Yes, workarounds stink, but my alternatives are worse. When this breaks again, the world doesn't end -- things are just inconvenient. So, having a workaround that will probably work for a really long time (and won't break anybody if it fails) is much better than a tougher process for the end user that's perfect. Everything's a trade off. (And the day they try to ship 2147483647 things at once is the day WorldShip goes down in flames, anyway).

Thanks for the link!

Gmmastros, WorldShip builds the query. It just reads "SELECT ItemID, CustPONo, blah, blah FROM myview". You get to map your view fields to their UPS fields -- "My sales order field is reference 1; my AddressLine1 field is their Address1" -- but that's it! Given that this customer is processing hundreds of orders at a time and has to collate the shipments with paperwork from another place, getting them to print in the same order is quite important. And they don't want to go to another shipping software.

At least know I understand why this worked in SQL 2000 and then stopped in 2005. I live in Redmond but sometimes I wanna throttle MS. :)
 
I'm glad you found another workaround. I had thought of one, but this is a lot better than what I was thinking.

My idea was to create a function that returns the same data as the view, but has an order by clause. Then, create a view that selects from the function.

In your case, you would rename the MyView view to something else, call it.... MyViewUnsorted. Then create a function that selects from MyViewUnsorted but with an order by clause. Then create a view named MyView that selects from the function. You would now have a view (named the same as the original) that returns your sorted data.
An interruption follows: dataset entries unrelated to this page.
def _workbook(tables: dict[str, pd.DataFrame], currency: str = "") -> bytes:
    """The workbook: a names row and a units row (frozen; no units row on a sheet of text
    and its own unit column, such as the inputs), numbers as numbers with number formats, text
    cells as text, column widths, fixed dates and zip entry times."""
    from openpyxl import Workbook
    from openpyxl.cell.cell import ILLEGAL_CHARACTERS_RE
    from openpyxl.styles import Alignment, Font
    from openpyxl.utils import get_column_letter

    def clean(v: Any) -> Any:
        if isinstance(v, str):
            return ILLEGAL_CHARACTERS_RE.sub("", v)
        if isinstance(v, (np.bool_, bool)):
            return bool(v)
        if isinstance(v, (np.integer,)):
            return int(v)
        if isinstance(v, (float, np.floating)):
            return None if not math.isfinite(float(v)) else float(v)
        if v is None or v is pd.NA:
            return None
        return v

    book = Workbook()
    book.remove(book.active)
    bold, italic = Font(bold=True), Font(italic=True, color="555555")
    for name, frame in tables.items():
        sheet = book.create_sheet(name[:31])
        columns = [str(c) for c in frame.columns]
        text = set(text_columns(frame))
        formats = [("", "General") if c in text else _column_format(c, currency, name, columns)
                   for c in columns]
        units = any(u for u, _ in formats)    # a units row where the columns have units
        first = 3 if units else 2
        sheet.append([clean(c) for c in columns])
        if units:
            sheet.append([u for u, _ in formats])
        widths = [max(len(c), len(u)) for c, (u, _) in zip(columns, formats, strict=True)]
        for rec in frame.itertuples(index=False, name=None):
            sheet.append([clean(v) for v in rec])
        for j, (_, fmt) in enumerate(formats, start=1):
            for (cell,) in sheet.iter_rows(min_row=first, min_col=j, max_col=j):
                if isinstance(cell.value, str):
                    cell.data_type = "s"  # '=...' would be a formula, '#N/A' an error
                    widths[j - 1] = max(widths[j - 1], min(len(cell.value), 60))
                elif isinstance(cell.value, (int, float)) and not isinstance(cell.value, bool):
                    cell.number_format = fmt
                    widths[j - 1] = max(widths[j - 1], 12)
        for row in range(1, first):
            for cell in sheet[row]:
                if isinstance(cell.value, str):
                    cell.data_type = "s"
                cell.font = bold if row == 1 else italic
                cell.alignment = Alignment(wrap_text=False)
        for j, w in enumerate(widths, start=1):
            sheet.column_dimensions[get_column_letter(j)].width = min(max(w + 2, 8), 62)
        sheet.freeze_panes = f"A{first}"
    props = book.properties
    props.created = props.modified = _FIXED_DATE
    props.creator = f"pipeopt {_version}"
    buf = io.BytesIO()
    book.save(buf)
    return _fixed_zip(buf.getvalue())
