The study file (sections and keys; ``[fluid]``, ``[pumping]``, ``[energy]``,
``[pump_station]``, ``[economics]`` and ``[growth]`` read as in a sizing study)::

    [study]            name, currency, illustrative, description
    [network]          head_loss ("darcy-weisbach" | "hazen-williams"),
                       hazen_williams_coefficient, hazen_williams_flow_exponent,
                       hazen_williams_diameter_exponent, roughness, hazen_williams_c,
                       min_pressure_head, velocity_max, split_pipes
    [optimizer]        seed, evaluations, chains, target
    [[duty]]           name, hours, demand_factor
    [[node]]           name, elevation, demand (one flow, or one per duty point),
                       min_pressure_head, x, y
    [[source]]         name, head, pumped, level, x, y
    [[pipe]]           name, from, to, length, minor_loss_k, and either an existing pipe
                       (inner_diameter, roughness or hazen_williams_c) or a pipe to size
                       (optional sizes = [...] naming diameter options)
    [[diameter_option]] name, inner_diameter or (material, size), cost_per_metre or
                       cost = { coefficient, exponent } (a D^n on the outside diameter),
                       roughness, hazen_williams_c

Examples
--------
>>> from pipeopt.network import NetworkStudy
>>> result = NetworkStudy.demo().run(progress=False)
>>> result.success, bool(result.nodes["feasible"].all())
(True, True)
"""

from __future__ import annotations

import difflib
import html
from dataclasses import dataclass, field
from pathlib import Path
from typing import Any

import numpy as np
import pandas as pd

from ..catalog import default_catalog
from ..costs import EnergyTariff, PowerLawPipeCost, PumpStationCost
from ..duty import DutyProfile
from ..errors import InputError
from ..fluid import Fluid
from ..studyfile import Section, StudyFileError, StudyFileMixin
from ..units import Quantity
from . import design as ds
from .hydraulics import (
    HAZEN_WILLIAMS_COEFFICIENT,
    HAZEN_WILLIAMS_DIAMETER_EXPONENT,
    HAZEN_WILLIAMS_FLOW_EXPONENT,
    NetworkGraph,
)
from .lifecycle import NetworkEconomics

__all__ = ["Node", "Source", "Pipe", "DiameterOption", "NetworkSettings", "NetworkStudy",
           "NetworkResult", "CAUTION"]

#: The caution every network summary carries.
CAUTION = ("An engineering-economics study that supports, and does not replace, a design: the "
           "check covers steady pressures at the given demands only, not surge, fire flows, "
           "pipe pressure ratings or supply when a pipe fails; "
           "pressure, surge and structural questions need a qualified engineer, and local "
           "codes and licensed engineering practice govern.")


# --------------------------------------------------------------------------------------------
# inputs (SI)
# --------------------------------------------------------------------------------------------
@dataclass(frozen=True)
class Node:
    """A junction: elevation [m], demand per duty point [m³/s], minimum pressure head [m]."""

    name: str
    elevation: float
    demand: tuple
    min_pressure_head: float
    x: float = float("nan")
    y: float = float("nan")


@dataclass(frozen=True)
class Source:
    """A source: a fixed head [m], or a pumped source drawing from ``level`` [m].

    A pumped source without ``head`` delivers the least head that keeps every junction's
    pressure (the design chooses it); with ``head`` it holds that head.
    """

    name: str
    head: float | None
    pumped: bool = False
    level: float | None = None
    x: float = float("nan")
    y: float = float("nan")


@dataclass(frozen=True)
class Pipe:
    """A pipe from one node to another; existing when ``inner_diameter`` is given [m]."""

    name: str
    start: str
    end: str
    length: float
    inner_diameter: float | None = None
    roughness: float | None = None
    hazen_williams_c: float | None = None
    minor_loss_k: float = 0.0
    sizes: tuple = ()


@dataclass(frozen=True)
class DiameterOption:
    """A candidate size: inner diameter [m], capital per metre, roughness [m], C [-]."""

    name: str
    inner_diameter: float
    cost_per_metre: float
    roughness: float | None = None
    hazen_williams_c: float | None = None
    source: str = "study file"


@dataclass(frozen=True)
class NetworkSettings:
    """The ``[network]`` and ``[optimizer]`` settings, SI."""

    head_loss: str = "darcy-weisbach"
    hazen_williams_coefficient: float = HAZEN_WILLIAMS_COEFFICIENT
    hazen_williams_flow_exponent: float = HAZEN_WILLIAMS_FLOW_EXPONENT
    hazen_williams_diameter_exponent: float = HAZEN_WILLIAMS_DIAMETER_EXPONENT
    roughness: float = 1e-4
    hazen_williams_c: float = 130.0
    velocity_max: float | None = None
    split_pipes: bool = False
    min_pressure_head: float | None = None
    seed: int = 1
    evaluations: int = 100_000
    chains: int = 8
    target: float | None = None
But.... I'm glad you don't have to use my ugly hack. [bigsmile]

-George

"The great things about standards is that there are so many to choose from." - Fortune Cookie Wisdom
 
You might want to look into if you can specify a function name instead of a view name, too, and skip a step.
 
UPS seems to let you choose views or tables, I think. I'm not very familiar with SQL functions -- I'll add that to my list of things to pay more attention to when the opportunity arises. Thanks for the help!